ASSIGNMENT: All the entries, exactly as they read, must be written out again.

Saved entries:
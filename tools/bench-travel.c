/* bench-travel: time and memory of the travel stage on a synthetic grid.
 * Usage: bench-travel [--cells N] [--sites K] [--searches M] [--limit-min T] [--threads P]
 *                     [--neighbours 8|16]
 * Builds a square grid of about N cells of 100 m with rolling hills (slope on), a
 * people layer, and a road lattice every 50 cells (junctions at crossings), then
 * runs one nearest-site pass from K sites and M bounded searches of T minutes'
 * walk on P threads. Prints one "key: value" line per figure; the process's peak
 * resident size (getrusage ru_maxrss) is reported per cell. Not a test. */
#include <igraph.h>
#include <math.h>
#include <stdio.h>
#include <stdlib.h>
#include <string.h>
#include <sys/resource.h>
#include <time.h>

#include "network.h"
#include "travel.h"
#include "synth.h"

/* The tool's own random sequence (seeded as it always was, for comparable runs). */
static synth_rng_t rng = {12345};

int main(int argc, char **argv)
{
    long cells = 1000000, n_sites = 200, n_search = 1000;
    double limit_min = 60.0;
    int threads = 2, neighbours = 8;
    err_t e = {0, ""};
    scen_t s;
    network_t *net = NULL;
    travel_result_t *res = NULL;
    network_stats_t st;

    for (int i = 1; i + 1 < argc; i += 2) {
        if (strcmp(argv[i], "--cells") == 0) cells = atol(argv[i + 1]);
        else if (strcmp(argv[i], "--sites") == 0) n_sites = atol(argv[i + 1]);
        else if (strcmp(argv[i], "--searches") == 0) n_search = atol(argv[i + 1]);
        else if (strcmp(argv[i], "--limit-min") == 0) limit_min = atof(argv[i + 1]);
        else if (strcmp(argv[i], "--threads") == 0) threads = atoi(argv[i + 1]);
        else if (strcmp(argv[i], "--neighbours") == 0) neighbours = atoi(argv[i + 1]);
        else {
            fprintf(stderr, "bench-travel: unknown option '%s'\n", argv[i]);
            return 2;
        }
    }
    setvbuf(stdout, NULL, _IOLBF, 0);
    igraph_set_error_handler(igraph_error_handler_ignore);
    igraph_set_warning_handler(igraph_warning_handler_ignore);

    int n = (int)ceil(sqrt((double)cells));
    grid_t *g = synth_grid(n, 100.0, &rng);
    roads_t *r = g ? synth_roads(g, 50) : NULL;
    if (g == NULL || r == NULL) {
        fprintf(stderr, "bench-travel: out of memory for the synthetic grid\n");
        return 1;
    }
    memset(&s, 0, sizeof s);
    s.neighbours = neighbours;
    s.walk_mps = 5.0 / 3.6;
    s.use_slope = 1;
    s.cover_default_factor = 1.0;
    double nc = (double)n * n;
    printf("grid: %d x %d = %.0f cells of 100 m, %d neighbours, %zu road nodes, %zu segments\n",
           n, n, nc, neighbours, r->n_nodes, r->n_segs);

    double t0 = synth_now_s(), c0 = synth_cpu_s();
    if (network_build(g, r, &s, &net, &e) != ERR_OK) {
        fprintf(stderr, "bench-travel: %s\n", e.msg);
        return 1;
    }
    double t_build = synth_now_s() - t0, c_build = synth_cpu_s() - c0;
    network_get_stats(net, &st);
    printf("edges: %ld (walk %zu, road %zu, connectors %zu), nodes %ld\n",
           (long)igraph_ecount(network_graph(net)), st.n_walk_edges, st.n_road_edges,
           st.n_connector_edges, (long)network_n_nodes(net));
    printf("build_s: %.2f (cpu %.2f)\n", t_build, c_build);
    printf("peak_after_build_bytes_per_cell: %.0f\n", synth_peak_bytes() / nc);

    int64_t *sites = malloc((size_t)n_sites * sizeof *sites);
    for (long i = 0; i < n_sites; i++) sites[i] = (int64_t)(synth_rnd(&rng) % (uint64_t)(n * (int64_t)n));
    t0 = synth_now_s();
    c0 = synth_cpu_s();
    if (travel_nearest(net, sites, (size_t)n_sites, &res, &e) != ERR_OK) {
        fprintf(stderr, "bench-travel: %s\n", e.msg);
        return 1;
    }
    double t_near = synth_now_s() - t0, c_near = synth_cpu_s() - c0;
    double worst = 0.0;
    for (int64_t c = 0; c < res->n_cells; c++)
        if (isfinite(res->time_s[c]) && res->time_s[c] > worst) worst = res->time_s[c];
    printf("nearest_sites: %ld\n", n_sites);
    printf("nearest_s: %.2f (cpu %.2f)\n", t_near, c_near);
    printf("nearest_max_time_min: %.1f\n", worst / 60.0);
    printf("peak_after_nearest_bytes_per_cell: %.0f\n", synth_peak_bytes() / nc);
    travel_result_free(res);
    /* Again with the same sites: the virtual edges exist now, so no re-index. */
    t0 = synth_now_s();
    c0 = synth_cpu_s();
    if (travel_nearest(net, sites, (size_t)n_sites, &res, &e) != ERR_OK) {
        fprintf(stderr, "bench-travel: %s\n", e.msg);
        return 1;
    }
    printf("nearest_again_s: %.2f (cpu %.2f)\n", synth_now_s() - t0, synth_cpu_s() - c0);
    travel_result_free(res);

    int64_t *src = malloc((size_t)n_search * sizeof *src);
    travel_reach_t *out = calloc((size_t)n_search, sizeof *out);
    for (long i = 0; i < n_search; i++) src[i] = (int64_t)(synth_rnd(&rng) % (uint64_t)(n * (int64_t)n));
    t0 = synth_now_s();
    c0 = synth_cpu_s();
    if (travel_bounded_many(net, src, (size_t)n_search, limit_min * 60.0, threads, out, &e)
        != ERR_OK) {
        fprintf(stderr, "bench-travel: %s\n", e.msg);
        return 1;
    }
    double t_bound = synth_now_s() - t0, c_bound = synth_cpu_s() - c0;
    double reached = 0.0;
    for (long i = 0; i < n_search; i++) {
        reached += (double)out[i].n;
        travel_reach_destroy(&out[i]);
    }
    printf("bounded_searches: %ld of %.0f min on %d threads\n", n_search, limit_min, threads);
    printf("bounded_total_s: %.2f (cpu %.2f over all threads)\n", t_bound, c_bound);
    printf("bounded_mean_cells_reached: %.0f\n", reached / (double)(n_search ? n_search : 1));
    printf("peak_bytes_per_cell: %.0f\n", synth_peak_bytes() / nc);

    free(out);
    free(src);
    free(sites);
    network_free(net);
    free(r->x);
    free(r->y);
    free(r->node_junction);
    free(r->segs);
    free(r->classes);
    free(r);
    free(g->row_dx_m);
    free(g->row_dy_m);
    free(g->people);
    free(g->elevation);
    free(g);
    return 0;
}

RESPONSE BOX:
filename tools/bench-travel.c
/* bench-travel: time and memory of the travel stage on a synthetic grid.
 * Usage: bench-travel [--cells N] [--sites K] [--searches M] [--limit-min T] [--threads P]
 *                     [--neighbours 8|16]
 * Builds a square grid of about N cells of 100 m with rolling hills (slope on), a
 * people layer, and a road lattice every 50 cells (junctions at crossings), then
 * runs one nearest-site pass from K sites and M bounded searches of T minutes'
 * walk on P threads. Prints one "key: value" line per figure; the process's peak
 * resident size (getrusage ru_maxrss) is reported per cell. Not a test. */
#include <igraph.h>
#include <math.h>
#include <stdio.h>
#include <stdlib.h>
#include <string.h>
#include <sys/resource.h>
#include <time.h>

#include "network.h"
#include "travel.h"
#include "synth.h"

/* The tool's own random sequence (seeded as it always was, for comparable runs). */
static synth_rng_t rng = {12345};

int main(int argc, char **argv)
{
    long cells = 1000000, n_sites = 200, n_search = 1000;
    double limit_min = 60.0;
    int threads = 2, neighbours = 8;
    err_t e = {0, ""};
    scen_t s;
    network_t *net = NULL;
    travel_result_t *res = NULL;
    network_stats_t st;

    for (int i = 1; i + 1 < argc; i += 2) {
        if (strcmp(argv[i], "--cells") == 0) cells = atol(argv[i + 1]);
        else if (strcmp(argv[i], "--sites") == 0) n_sites = atol(argv[i + 1]);
        else if (strcmp(argv[i], "--searches") == 0) n_search = atol(argv[i + 1]);
        else if (strcmp(argv[i], "--limit-min") == 0) limit_min = atof(argv[i + 1]);
        else if (strcmp(argv[i], "--threads") == 0) threads = atoi(argv[i + 1]);
        else if (strcmp(argv[i], "--neighbours") == 0) neighbours = atoi(argv[i + 1]);
        else {
            fprintf(stderr, "bench-travel: unknown option '%s'\n", argv[i]);
            return 2;
        }
    }
    setvbuf(stdout, NULL, _IOLBF, 0);
    igraph_set_error_handler(igraph_error_handler_ignore);
    igraph_set_warning_handler(igraph_warning_handler_ignore);

    int n = (int)ceil(sqrt((double)cells));
    grid_t *g = synth_grid(n, 100.0, &rng);
    roads_t *r = g ? synth_roads(g, 50) : NULL;
    if (g == NULL || r == NULL) {
        fprintf(stderr, "bench-travel: out of memory for the synthetic grid\n");
        return 1;
    }
    memset(&s, 0, sizeof s);
    s.neighbours = neighbours;
    s.walk_mps = 5.0 / 3.6;
    s.use_slope = 1;
    s.cover_default_factor = 1.0;
    double nc = (double)n * n;
    printf("grid: %d x %d = %.0f cells of 100 m, %d neighbours, %zu road nodes, %zu segments\n",
           n, n, nc, neighbours, r->n_nodes, r->n_segs);

    double t0 = synth_now_s(), c0 = synth_cpu_s();
    if (network_build(g, r, &s, &net, &e) != ERR_OK) {
        fprintf(stderr, "bench-travel: %s\n", e.msg);
        return 1;
    }
    double t_build = synth_now_s() - t0, c_build = synth_cpu_s() - c0;
    network_get_stats(net, &st);
    printf("edges: %ld (walk %zu, road %zu, connectors %zu), nodes %ld\n",
           (long)igraph_ecount(network_graph(net)), st.n_walk_edges, st.n_road_edges,
           st.n_connector_edges, (long)network_n_nodes(net));
    printf("build_s: %.2f (cpu %.2f)\n", t_build, c_build);
    printf("peak_after_build_bytes_per_cell: %.0f\n", synth_peak_bytes() / nc);

    int64_t *sites = malloc((size_t)n_sites * sizeof *sites);
    for (long i = 0; i < n_sites; i++) sites[i] = (int64_t)(synth_rnd(&rng) % (uint64_t)(n * (int64_t)n));
    t0 = synth_now_s();
    c0 = synth_cpu_s();
    if (travel_nearest(net, sites, (size_t)n_sites, &res, &e) != ERR_OK) {
        fprintf(stderr, "bench-travel: %s\n", e.msg);
        return 1;
    }
    double t_near = synth_now_s() - t0, c_near = synth_cpu_s() - c0;
    double worst = 0.0;
    for (int64_t c = 0; c < res->n_cells; c++)
        if (isfinite(res->time_s[c]) && res->time_s[c] > worst) worst = res->time_s[c];
    printf("nearest_sites: %ld\n", n_sites);
    printf("nearest_s: %.2f (cpu %.2f)\n", t_near, c_near);
    printf("nearest_max_time_min: %.1f\n", worst / 60.0);
    printf("peak_after_nearest_bytes_per_cell: %.0f\n", synth_peak_bytes() / nc);
    travel_result_free(res);
    /* Again with the same sites: the virtual edges exist now, so no re-index. */
    t0 = synth_now_s();
    c0 = synth_cpu_s();
    if (travel_nearest(net, sites, (size_t)n_sites, &res, &e) != ERR_OK) {
        fprintf(stderr, "bench-travel: %s\n", e.msg);
        return 1;
    }
    printf("nearest_again_s: %.2f (cpu %.2f)\n", synth_now_s() - t0, synth_cpu_s() - c0);
    travel_result_free(res);

    int64_t *src = malloc((size_t)n_search * sizeof *src);
    travel_reach_t *out = calloc((size_t)n_search, sizeof *out);
    for (long i = 0; i < n_search; i++) src[i] = (int64_t)(synth_rnd(&rng) % (uint64_t)(n * (int64_t)n));
    t0 = synth_now_s();
    c0 = synth_cpu_s();
    if (travel_bounded_many(net, src, (size_t)n_search, limit_min * 60.0, threads, out, &e)
        != ERR_OK) {
        fprintf(stderr, "bench-travel: %s\n", e.msg);
        return 1;
    }
    double t_bound = synth_now_s() - t0, c_bound = synth_cpu_s() - c0;
    double reached = 0.0;
    for (long i = 0; i < n_search; i++) {
        reached += (double)out[i].n;
        travel_reach_destroy(&out[i]);
    }
    printf("bounded_searches: %ld of %.0f min on %d threads\n", n_search, limit_min, threads);
    printf("bounded_total_s: %.2f (cpu %.2f over all threads)\n", t_bound, c_bound);
    printf("bounded_mean_cells_reached: %.0f\n", reached / (double)(n_search ? n_search : 1));
    printf("peak_bytes_per_cell: %.0f\n", synth_peak_bytes() / nc);

    free(out);
    free(src);
    free(sites);
    network_free(net);
    free(r->x);
    free(r->y);
    free(r->node_junction);
    free(r->segs);
    free(r->classes);
    free(r);
    free(g->row_dx_m);
    free(g->row_dy_m);
    free(g->people);
    free(g->elevation);
    free(g);
    return 0;
}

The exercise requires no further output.